function SmallPieces() {
  return (
    <Section head="Small pieces">
      <p className="flex flex-wrap gap-x-4">
        {["SO4-2", "Fe+3", "Na+", "CuSO4·5H2O", "CdSO4·8/3H2O", "Fe0.947O", "Al(OH)4-", "e-"].map((printed) => (
          <Formula key={printed} printed={printed} />
        ))}
      </p>
      <p className="flex flex-wrap gap-x-4">
        {["ΔfH°", "ΔfG°", "S°", "Cp°", "H°(T)−H°(0)", "E_n", "log10K", "ΔrH°"].map((symbol) => (
          <Symbol key={symbol} of={symbol} />
        ))}
        {["kJ/mol", "J/(mol K)", "kcal/mol", "cal/(mol K)", "g/mol"].map((unit) => (
          <UnitText key={unit} unit={unit} />
        ))}
      </p>
      <p>
        <Prose text="N2(g) + 3 H2(g) → 2 NH3(g), ΔrG° -32.8 kJ/mol, log10 K 5.75; |r| ≤ t; SO4-2(aq) in J/(mol K); kJ·mol⁻¹" />{" "}
        <Arrow /> <Equilibrium />
      </p>
      <p>
        <Figures {...value("-12345678.9")} /> · <Figures {...value("3.25")} sign="plus" /> ·{" "}
        <Figures {...value("0.00")} sign="plus" /> · <Figures {...value("-237.14", undefined, true)} />
      </p>
      <p>
        <InlineMark kind="block">3 block</InlineMark> <InlineMark kind="look">22 to look at</InlineMark>{" "}
        <InlineMark kind="remark">1 remark</InlineMark> <InlineMark kind="clean">all clean</InlineMark>
      </p>
      <p>
        <Time at="2026-03-12T14:05:00Z" /> · <Time at="2026-03-12T14:05:00Z" withTime />
      </p>
      <p className="flex gap-2">
        <Bookmark kind="newest" label="Edition" mark={7} />
        <Bookmark kind="older" label="Edition" mark={5} />
        <Bookmark {...draftBookmark(7)} />
        <Bookmark kind="sheet" label="Sheet" mark={21} />
        <Bookmark kind="plain" label="Editions" mark="6·7" />
      </p>
      <Notice
        word="retracted"
        text="The source was retracted by its authors on 3 May 2025; 2 values of the table rest on it."
      />
      <EmptyPage
        start={
          <ButtonLink kind="main" to={paths.newSheet()}>
            Bring a sheet
          </ButtonLink>
        }
      >
        No sheet has been received yet. A sheet is a CSV file with one species a row.
      </EmptyPage>
    </Section>
  );
}
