import { sql } from "kysely";
import type { Database } from "#app/db/database.server.ts";
import type { Phase } from "#app/thermo/phase.ts";

/** Identities of species by id: what they are made of, whatever they are called. */
export async function findSpeciesByIds(ids: readonly string[], db: Database) {
  if (ids.length === 0) return [];
  return db
    .selectFrom("species")
    .select(["id", "hill", "charge"])
    .select((eb) => [
      eb.ref("composition").$castTo<Record<string, number>>().as("composition"),
      eb.ref("phase").$castTo<Phase>().as("phase"),
    ])
    .where(sql<boolean>`id = any(${[...ids]}::text[])`)
    .execute();
}
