describe("an administrator", () => {
  test("alone may look after people", async () => {
    const others: Acting[] = [
      await makePerson("An Analyst", "analyst"),
      await makePerson("A Steward", "steward"),
      await makePerson("A Reviewer", "reviewer"),
    ];
    const { id } = others[0]!.person;
    for (const acting of others) {
      const acts = [
        () => findPeople(acting),
        () => invitePerson(acting, { email: "x@calderpoint.example", name: "X", roles: [] }),
        () => inviteAgain(acting, id),
        () => withdrawInvitation(acting, id),
        () => changeAccount(acting, id, { name: "X", email: "x@calderpoint.example" }),
        () => withdrawKeyOf(acting, id, "a".repeat(12)),
        () => endSessionsOf(acting, id),
        () => findPersonPage(acting, id),
        () => giveRoles(acting, id, ["administrator"]),
        () => switchOff(acting, id),
        () => switchOn(acting, id),
      ];
      for (const act of acts) await expect(act()).rejects.toThrow(Forbidden);
    }
  });

  test("invites somebody with roles and sees them as invited", async () => {
    const admin = await makePerson("First Inviter", "administrator");
    const { id } = await invitePerson(admin, {
      email: "tess@calderpoint.example",
      name: "Tess Marlow",
      roles: ["reviewer", "analyst"],
    });
    expect((await findPeople(admin)).find((one) => one.id === id)).toEqual({
      id,
      name: "Tess Marlow",
      email: "tess@calderpoint.example",
      roles: ["analyst", "reviewer"],
      state: "invited",
      lastSignIn: null,
      sessions: 0,
    });
    await inviteAgain(admin, id);
    await runJobs(database);
    expect(outbox.sent).toHaveLength(2);
    expect(await actsOn(id)).toEqual(["person.invited", "person.invited"]);
  });

  test("cannot invite an address twice, however it is written", async () => {
    const admin = await makePerson("Second Inviter", "administrator");
    const invite = (email: string) => invitePerson(admin, { email, name: "Twin", roles: ["analyst"] });
    await invite("twin@calderpoint.example");
    await expect(invite(" TWIN@calderpoint.example")).rejects.toThrow("already an account");
    const both = await Promise.allSettled([invite("rival@calderpoint.example"), invite("rival@calderpoint.example")]);
    expect(both.filter(({ status }) => status === "fulfilled")).toHaveLength(1);
    expect(both.find(({ status }) => status === "rejected")).toMatchObject({ reason: expect.any(Refused) as unknown });
  });

  test.each([
    ["a@b", "Name", "/email"],
    ["a@calderpoint.example, b@calderpoint.example", "Name", "/email"],
    ["a@calderpoint.example\r\nBcc: b@calderpoint.example", "Name", "/email"],
    ["<a@calderpoint.example>", "Name", "/email"],
    ["a@calderpoint.example", "", "/name"],
    ["a@calderpoint.example", "Name\r\nBcc: b@calderpoint.example", "/name"],
    ["a@calderpoint.example", "n".repeat(121), "/name"],
  ])("cannot invite %j called %j", async (email, name, pointer) => {
    const admin = {
      person: { id: "", name: "", email: "", roles: ["administrator"] as const },
      apiKeyId: null,
      requestId: null,
    };
    const error: unknown = await invitePerson(admin, { email, name, roles: [] }).catch((thrown: unknown) => thrown);
    expect(error).toBeInstanceOf(Invalid);
    expect((error as Invalid).errors.map((one) => one.pointer)).toEqual([pointer]);
  });

  test("gives and takes roles, which is on record with before and after and told by letter", async () => {
    const admin = await makePerson("Role Changer", "administrator");
    const { person } = await makePerson("Many Hats", "analyst", "steward");
    await giveRoles(admin, person.id, ["reviewer", "steward"]);
    await runJobs(database);
    expect(outbox.newestTo(person.email).text).toMatch(/Before: analyst, steward\.\s+Now: steward, reviewer\./);
    await expect(giveRoles(admin, person.id, ["steward", "reviewer"])).rejects.toThrow("exactly these roles already");
    const { detail } = await database.owner
      .selectFrom("audit_entry")
      .select("detail")
      .where("object_id", "=", person.id)
      .where("act", "=", "person.roles-changed")
      .executeTakeFirstOrThrow();
    expect(detail).toEqual({ before: ["analyst", "steward"], after: ["steward", "reviewer"] });
  });

  test("switches an account off and on again; twice is refused", async () => {
    const admin = await makePerson("Switching Admin", "administrator");
    const { person } = await makePerson("On And Off", "analyst");
    await switchOff(admin, person.id);
    await expect(switchOff(admin, person.id)).rejects.toThrow(Refused);
    await switchOn(admin, person.id);
    await expect(switchOn(admin, person.id)).rejects.toThrow(Refused);
    expect(await actsOn(person.id)).toEqual(["person.switched-off", "person.switched-on"]);
  });

  test("cannot change their own roles, neither up nor down", async () => {
    const admin = await makePerson("Self Promoter", "administrator");
    for (const roles of [["administrator", "reviewer"], ["analyst"], []] as const) {
      await expect(giveRoles(admin, admin.person.id, roles)).rejects.toThrow("Nobody changes their own roles.");
    }
    expect(await actsOn(admin.person.id)).toEqual([]);
  });

  test("withdraws an invitation: its link no longer opens, and inviting again makes another", async () => {
    const admin = await makePerson("Withdrawer", "administrator");
    const email = "too.early@calderpoint.example";
    const { id } = await invitePerson(admin, { email, name: "Too Early", roles: ["analyst"] });
    expect((await findPersonPage(admin, id)).invitation).toBe("its letter waits to be sent");
    await runJobs(database);
    const first = linkIn(outbox.newestTo(email)).replace("/invitation/", "");
    const { invitation } = await findPersonPage(admin, id);
    const days = ((invitation as { endsAt: Date }).endsAt.getTime() - Date.now()) / (24 * 60 * 60 * 1000);
    expect(days).toBeGreaterThan(6.9);
    expect(days).toBeLessThanOrEqual(7);
    expect(await findUsableLink("invitation", first)).toBeDefined();

    await withdrawInvitation(admin, id);
    expect(await findUsableLink("invitation", first)).toBeUndefined();
    await expect(withdrawInvitation(admin, id)).rejects.toThrow("withdrawn already");
    await expect(setPasswordByLink("invitation", first, "nine oak drawers", { requestId: null })).rejects.toThrow(
      Refused,
    );

    await switchOn(admin, id);
    await runJobs(database);
    const second = linkIn(outbox.newestTo(email)).replace("/invitation/", "");
    expect(await findUsableLink("invitation", first)).toBeUndefined();
    await setPasswordByLink("invitation", second, "nine oak drawers", { requestId: null });
    await expect(withdrawInvitation(admin, id)).rejects.toThrow("taken up the invitation already");
    expect(await actsOn(id)).toEqual([
      "person.invited",
      "person.invitation-withdrawn",
      "person.switched-on",
      "person.invited",
      "person.invitation-taken",
    ]);
  });

  test("sends an invitation again, which voids the link of the first letter", async () => {
    const admin = await makePerson("Sender Again", "administrator");
    const email = "lost.letter@calderpoint.example";
    const { id } = await invitePerson(admin, { email, name: "Lost Letter", roles: [] });
    await runJobs(database);
    const first = linkIn(outbox.newestTo(email)).replace("/invitation/", "");
    await inviteAgain(admin, id);
    await runJobs(database);
    const second = linkIn(outbox.newestTo(email)).replace("/invitation/", "");
    expect(await findUsableLink("invitation", first)).toBeUndefined();
    expect(await findUsableLink("invitation", second)).toBeDefined();
  });

  test("changes name and address: both addresses hear of it, and it is on record with before and after", async () => {
    const admin = await makePerson("Name Changer", "administrator");
    const { person } = await makePerson("Old Name", "analyst");
    const email = "new.name@calderpoint.example";
    await changeAccount(admin, person.id, { name: "New Name", email });
    await runJobs(database);
    for (const address of [person.email, email]) {
      expect(outbox.newestTo(address).text).toContain(`from ${person.email} to ${email}`);
    }
    const entries = await database.owner
      .selectFrom("audit_entry")
      .select(["act", "detail"])
      .where("object_id", "=", person.id)
      .orderBy("number")
      .execute();
    expect(entries).toEqual([
      { act: "person.renamed", detail: { before: "Old Name", after: "New Name" } },
      { act: "person.address-changed", detail: { before: person.email, after: email } },
    ]);
    await expect(changeAccount(admin, person.id, { name: "New Name", email })).rejects.toThrow("already");
    await expect(changeAccount(admin, person.id, { name: "New Name", email: admin.person.email })).rejects.toThrow(
      "already an account with this address",
    );
  });

  test("mends the address of an invitation: the old letter's link is void, the new address gets its own", async () => {
    const admin = await makePerson("Typo Mender", "administrator");
    const [wrong, right] = ["typpo@calderpoint.example", "typo@calderpoint.example"];
    const { id } = await invitePerson(admin, { email: wrong, name: "Typo", roles: [] });
    await runJobs(database);
    const old = linkIn(outbox.newestTo(wrong)).replace("/invitation/", "");
    const before = outbox.sent.length;
    await changeAccount(admin, id, { name: "Typo", email: right });
    await runJobs(database);
    expect(outbox.sent.slice(before).map(({ subject }) => subject)).toEqual(["Your account on Tablewright"]);
    expect(await findUsableLink("invitation", old)).toBeUndefined();
    const link = linkIn(outbox.newestTo(right)).replace("/invitation/", "");
    expect(await findUsableLink("invitation", link)).toMatchObject({ personId: id, email: right });
  });

  test("withdraws a key of somebody: its next request is refused, and its owner hears of it", async () => {
    const admin = await makePerson("Key Withdrawer", "administrator");
    const analyst = await makePerson("Key Owner", "analyst");
    const { id, key } = await makeKey(analyst, { name: "balance-4", scopes: ["read"], days: 1 });
    const ask = () =>
      requireKey(new Request("http://localhost/api", { headers: { Authorization: `Bearer ${key}` } }), "read");
    await Promise.all([ask(), ask(), ask()]);
    await withdrawKeyOf(admin, analyst.person.id, id);
    await expect(ask()).rejects.toThrow("withdrawn");
    await expect(withdrawKeyOf(admin, analyst.person.id, id)).rejects.toThrow(NotFound);
    await expect(withdrawKeyOf(admin, admin.person.id, id)).rejects.toThrow(NotFound);
    await runJobs(database);
    expect(outbox.newestTo(analyst.person.email).text).toContain("balance-4");
    // First used once, however many first requests came at the same moment.
    expect(await actsOn(id)).toEqual(["key.made", "key.first-used", "key.withdrawn"]);
  });

  test("finds people by name, address, role and how their account stands", async () => {
    const admin = await makePerson("Finding Admin", "administrator");
    const { person } = await makePerson("Percy 100% Sign", "steward");
    const names = async (filter: Parameters<typeof findPeople>[1]) =>
      (await findPeople(admin, filter)).map(({ name }) => name);
    expect(await names({ text: "percy" })).toEqual(["Percy 100% Sign"]);
    expect(await names({ text: "percy.100.sign@" })).toEqual(["Percy 100% Sign"]);
    // The text is looked for as it is.
    expect(await names({ text: "0% s" })).toEqual(["Percy 100% Sign"]);
    expect(await names({ text: "percy%sign" })).toEqual([]);
    expect(await names({ text: "percy", role: "reviewer" })).toEqual([]);
    expect(await names({ text: "percy", role: "steward", state: "in use" })).toEqual(["Percy 100% Sign"]);
    await switchOff(admin, person.id);
    expect(await names({ text: "percy", state: "in use" })).toEqual([]);
    expect(await names({ text: "percy", state: "switched off" })).toEqual(["Percy 100% Sign"]);
  });

  test("sees when somebody last signed in and how many sessions are open", async () => {
    const admin = await makePerson("Watching Admin", "administrator");
    const { person } = await makePerson("Watched", "analyst");
    const now = new Date("2026-03-02T08:00:00Z");
    const later = new Date("2026-03-02T09:00:00Z");
    const begin = (at: Date) => beginSession(person, { agent: "bench", formerToken: null, requestId: null }, at);
    await begin(now);
    await begin(later);
    const line = async (at: Date) => (await findPeople(admin, { text: "watched" }, at))[0];
    expect(await line(later)).toMatchObject({ lastSignIn: later, sessions: 2 });
    // Twelve hours after its last use the first one has ended by itself.
    expect(await line(new Date("2026-03-02T20:30:00Z"))).toMatchObject({ lastSignIn: later, sessions: 1 });
    const { sessions } = await findPersonPage(admin, person.id, later);
    await endSessionsOf(admin, person.id, { only: sessions[0]!.id }, later);
    expect(await line(later)).toMatchObject({ sessions: 1 });
    await expect(endSessionsOf(admin, person.id, { only: sessions[0]!.id }, later)).rejects.toThrow(NotFound);
  });

  test("hears when there is no such account", async () => {
    const admin = await makePerson("Seeking Admin", "administrator");
    for (const id of ["00000000-0000-0000-0000-000000000000", "nonsense", "' or 1=1"]) {
      await expect(switchOff(admin, id)).rejects.toThrow(NotFound);
    }
  });
});
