def _chosen_columns(table: _Table, options: ReadOptions) -> list[int]:
    present = range(2, table.columns.shape[1] + 2)
    if options.columns is not None:
        for column in options.columns:
            if column not in present:
                raise CoreError(
                    "reader.column_unknown",
                    f"Column {column} is asked for; ordinates stand in columns 2 to {present[-1]}.",
                    line=table.first_line,
                    remedy="Columns are counted from 1, the abscissa being column 1.",
                    question="columns",
                )
        return list(dict.fromkeys(options.columns))
    named = [column for column in present if ordinates.ordinate_named(table.names[column - 1]) is not None]
    if named and len(named) < len(present):
        others = ", ".join(repr(table.names[column - 1]) for column in present if column not in named)
        raise CoreError(
            "reader.columns_unclear",
            f"Some columns are named as ordinates of a spectrum, others are not: {clean_text(others, 200)}.",
            line=max(table.first_line - 1, 1),
            remedy="State which columns hold spectra, counted from 1, the abscissa being column 1.",
            question="columns",
        )
    return list(present)


def _declared_ordinate(table: _Table, column: int) -> str:
    """The words that name the ordinate: the name of the column, a header line about the ordinate, or one that names it
    alone.

    Other lines are not trusted: "measured in transmission" is a way to measure and no unit.
    """
    keyed = [match.group(1) for match in map(_Y_KEY.match, table.header) if match]
    alone = [line for line in table.header if _PLAIN_KIND.fullmatch(line)]
    for words in (table.names[column - 1], table.names_above[column - 1], *keyed, *alone):
        if ordinates.ordinate_named(words) is not None:
            return clean_text(words, MAX_TITLE_CHARACTERS)
    return ""


def _title(table: _Table, column: int, chosen: int) -> str:
    names = [
        row[column - 1]
        for row in (table.names, table.names_above)
        if row[column - 1] and ordinates.ordinate_named(row[column - 1]) is None
    ]
    titled = [match.group(1) for match in map(_TITLE_KEY.match, table.header) if match]
    candidates = [*names, table.names[column - 1], *titled] if chosen > 1 else [*titled, *names]
    return clean_text(next((text for text in candidates if text), "").strip("\"' "), MAX_TITLE_CHARACTERS)


def _ascending_cm1(table: _Table, unit: AxisUnit) -> tuple[np.ndarray, slice]:
    """Positions in cm-1, ascending, and the slice that puts ordinates into the same order."""
    x = table.x
    steps = np.diff(x)
    wrong = np.flatnonzero(steps * np.sign(x[-1] - x[0]) <= 0)
    if len(wrong):
        place = int(wrong[0])
        raise CoreError(
            "reader.x_not_monotonic",
            f"The abscissa goes from {x[place]:.10g} to {x[place + 1]:.10g}, against the direction of the table.",
            line=table.first_line + place + 1,
            remedy=REMEDY_EXPORT,
        )
    if x.min() < 0 or (unit is not AxisUnit.CM1 and x.min() == 0):
        raise CoreError(
            "reader.x_not_positive", "The abscissa holds values that are not positive.", line=table.first_line
        )
    if unit is AxisUnit.MICROMETRE:
        x = 1e4 / x
    elif unit is AxisUnit.NANOMETRE:
        x = 1e7 / x
    order = slice(None) if x[0] < x[-1] else slice(None, None, -1)
    return x[order], order
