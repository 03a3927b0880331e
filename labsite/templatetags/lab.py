"""Small filters for every template; the verdict marks are in `marks`."""

from __future__ import annotations

from datetime import UTC, datetime

from django import template
from django.utils.html import format_html
from django.utils.safestring import SafeString

register = template.Library()


@register.filter
def utc(moment: datetime | None) -> str | SafeString:
    """A moment as a `time` element, to the second, in UTC and saying so; a dash for none."""
    if moment is None:
        return "–"
    there = moment.astimezone(UTC)
    return format_html(
        '<time datetime="{}">{} UTC</time>', there.isoformat(timespec="seconds"), there.strftime("%Y-%m-%d %H:%M:%S")
    )


@register.filter
def cm1(position_cm1: float | None, places: int = 1) -> str:
    """A wavenumber with its unit and a non-breaking space: `1715.3 cm⁻¹`."""
    return "–" if position_cm1 is None else f"{float(position_cm1):.{int(places)}f}\u00a0cm\u207b\u00b9"


@register.filter
def yesno_mark(value: bool | None) -> SafeString:
    """Yes, no or unknown as a word beside a mark that only sighted readers need."""
    mark, word = {True: ("✓", "yes"), False: ("✗", "no")}.get(value, ("–", "unknown"))
    return format_html('<span aria-hidden="true">{}</span> {}', mark, word)


@register.filter
def per_cent(fraction: float | None) -> str:
    """A fraction as per cent with two digits that count, or a dash where there is none."""
    return "–" if fraction is None else f"{100 * fraction:.2g}"


@register.filter
def units(text: str) -> str:
    """Computed sentences write cm-1 in plain letters; people read cm⁻¹."""
    return str(text).replace("cm-1", "cm⁻¹")
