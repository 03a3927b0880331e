"""Verdict marks, state chips and link keys for templates.

A mark's SHAPE says what is there: a full disc is present, a struck-out ring absent, a half disc unclear, a dotted ring
not examined. Its COLOUR says how that sits with the declaration: as expected, against expectation, open; a finding
against expectation also stands on a dark plate, so that a grey print still shows it. The word always stands beside it.
"""

from __future__ import annotations

from django import template
from django.utils.html import format_html
from django.utils.safestring import SafeString, mark_safe

register = template.Library()

SHAPES = {
    "supported": "present",
    "contradicted": "absent",
    "undecided": "unclear",
    "not_examined": "none",
    "consistent": "present",
    "consistent_with_differences": "unclear",
    "not_consistent": "absent",
    "not_distinguishable": "unclear",
    "cannot_be_compared": "none",
    "found": "present",
    "not_found_above_limit": "absent",
    "cannot_be_seen": "none",
    "complies": "present",
    "does_not_comply": "absent",
    "inconclusive": "unclear",
    "usable": "present",
    "limits_reading": "unclear",
    "not_usable": "absent",
    "open": "unclear",
    "explained": "present",
    "artefact": "absent",
}
WORDS = {
    "not_found_above_limit": "not found above its limit",
    "cannot_be_seen": "cannot be seen here",
    "usable": "usable for this test",
    "limits_reading": "limits what can be read",
    "not_usable": "not usable for this test",
    "open": "not explained",
    "artefact": "an artefact of the measurement",
}
SPOKEN = {word.replace(" ", "_"): key for key, word in WORDS.items()}
AGREEMENT = {"yes": "as expected", "no": "against expectation", "neutral": "open"}
STATES = {
    "draft": ("draft", "open"),
    "submitted": ("submitted, waits for a reviewer", "wait"),
    "in_review": ("in review", "wait"),
    "approved": ("approved", "done"),
    "rejected": ("rejected, to be revised", "stop"),
    "withdrawn": ("withdrawn", "stop"),
    "superseded": ("superseded by a later version", "past"),
    "queued": ("waits for its turn", "wait"),
    "running": ("being analysed", "wait"),
    "done": ("analysed", "done"),
    "failed": ("failed", "stop"),
}
# Drawn on a 16 x 16 field; `currentColor` carries the agreement colour.
GLYPHS = {
    "present": '<circle cx="8" cy="8" r="5.6" fill="currentColor"/>',
    "absent": '<circle cx="8" cy="8" r="5" fill="none" stroke="currentColor" stroke-width="1.8"/>'
    '<path d="M4.5 11.5l7-7" fill="none" stroke="currentColor" stroke-width="1.8"/>',
    "unclear": '<circle cx="8" cy="8" r="5" fill="none" stroke="currentColor" stroke-width="1.8"/>'
    '<path d="M8 3a5 5 0 0 0 0 10z" fill="currentColor"/>',
    "none": '<circle cx="8" cy="8" r="5" fill="none" stroke="currentColor" stroke-width="1.8" '
    'stroke-dasharray="1.6 2.33"/>',
}


def key_of(verdict: object) -> str:
    """The stored form of a verdict, whichever form came in ("not found above its limit", "not_found_above_limit")."""
    text = str(verdict or "").strip().lower().replace(" ", "_")
    return SPOKEN.get(text, text)


def glyph(shape: str) -> SafeString:
    return format_html(
        '<svg class="mark-glyph" viewBox="0 0 16 16" width="16" height="16" aria-hidden="true">{}</svg>',
        mark_safe(GLYPHS[shape]),  # noqa: S308 - constants of this module
    )


@register.filter
def verdict_word(verdict: object) -> str:
    """The verdict as people read it."""
    key = key_of(verdict)
    return WORDS.get(key, key.replace("_", " "))


@register.filter
def agrees_word(agrees: object) -> str:
    """How a verdict sits with the declaration, in words."""
    return AGREEMENT.get(str(agrees), AGREEMENT["neutral"])


@register.simple_tag
def verdict_mark(verdict: object, agrees: object = "neutral", say: str = "quiet") -> SafeString:
    """Glyph and word. `say`: "quiet" leaves the agreement to colour and screen readers, "full" prints it too."""
    agreement = str(agrees) if str(agrees) in AGREEMENT else "neutral"
    return format_html(
        '<span class="mark mark-{} agrees-{}"><span class="mark-plate">{}</span><span class="mark-word">{}</span>'
        '<span class="{}">, {}</span></span>',
        SHAPES.get(key_of(verdict), "none"),
        agreement,
        glyph(SHAPES.get(key_of(verdict), "none")),
        verdict_word(verdict),
        "mark-agreement" if say == "full" else "visually-hidden",
        AGREEMENT[agreement],
    )


@register.simple_tag
def mark_legend() -> SafeString:
    """What the marks mean, for the foot of a page that uses them."""
    shapes = (("present", "present"), ("absent", "absent"), ("unclear", "unclear"), ("none", "not examined"))
    parts = [
        format_html('<span class="mark"><span class="mark-plate">{}</span>{}</span>', glyph(shape), word)
        for shape, word in shapes
    ]
    parts += [
        format_html(
            '<span class="mark agrees-{}"><span class="mark-plate">{}</span><span class="mark-word">{}</span></span>',
            agrees,
            glyph("present"),
            word,
        )
        for agrees, word in AGREEMENT.items()
    ]
    return format_html(
        '<p class="mark-legend"><span>Shape:</span> {} <span>Colour:</span> {}</p>',
        mark_safe(" ".join(parts[:4])),  # noqa: S308 - made by format_html above
        mark_safe(" ".join(parts[4:])),  # noqa: S308
    )


@register.simple_tag
def state_chip(state: object) -> SafeString:
    """The state of a version or an analysis, in words."""
    word, tone = STATES.get(str(state), (str(state).replace("_", " "), "open"))
    return format_html('<span class="chip chip-{}">{}</span>', tone, word)


@register.filter
def band_key(position_cm1: object) -> str:
    """The text that links everything about one band; the plot uses the same."""
    return f"{float(str(position_cm1)):.1f}"


@register.filter
def band_keys(positions_cm1: object) -> str:
    """Link keys of several bands, parted by spaces."""
    return " ".join(band_key(position) for position in positions_cm1 or ())  # type: ignore[attr-defined]


@register.filter
def lane_bands(windows: object) -> str:
    """Link keys of every band that any of a lane's windows holds."""
    return " ".join(
        dict.fromkeys(band_key(p) for window in windows or () for p in window["band_positions_cm1"])  # type: ignore[attr-defined]
    )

Directions
Tally the lines of the data that contain the string "Inviter", and report nothing but the tally.

Your solution
2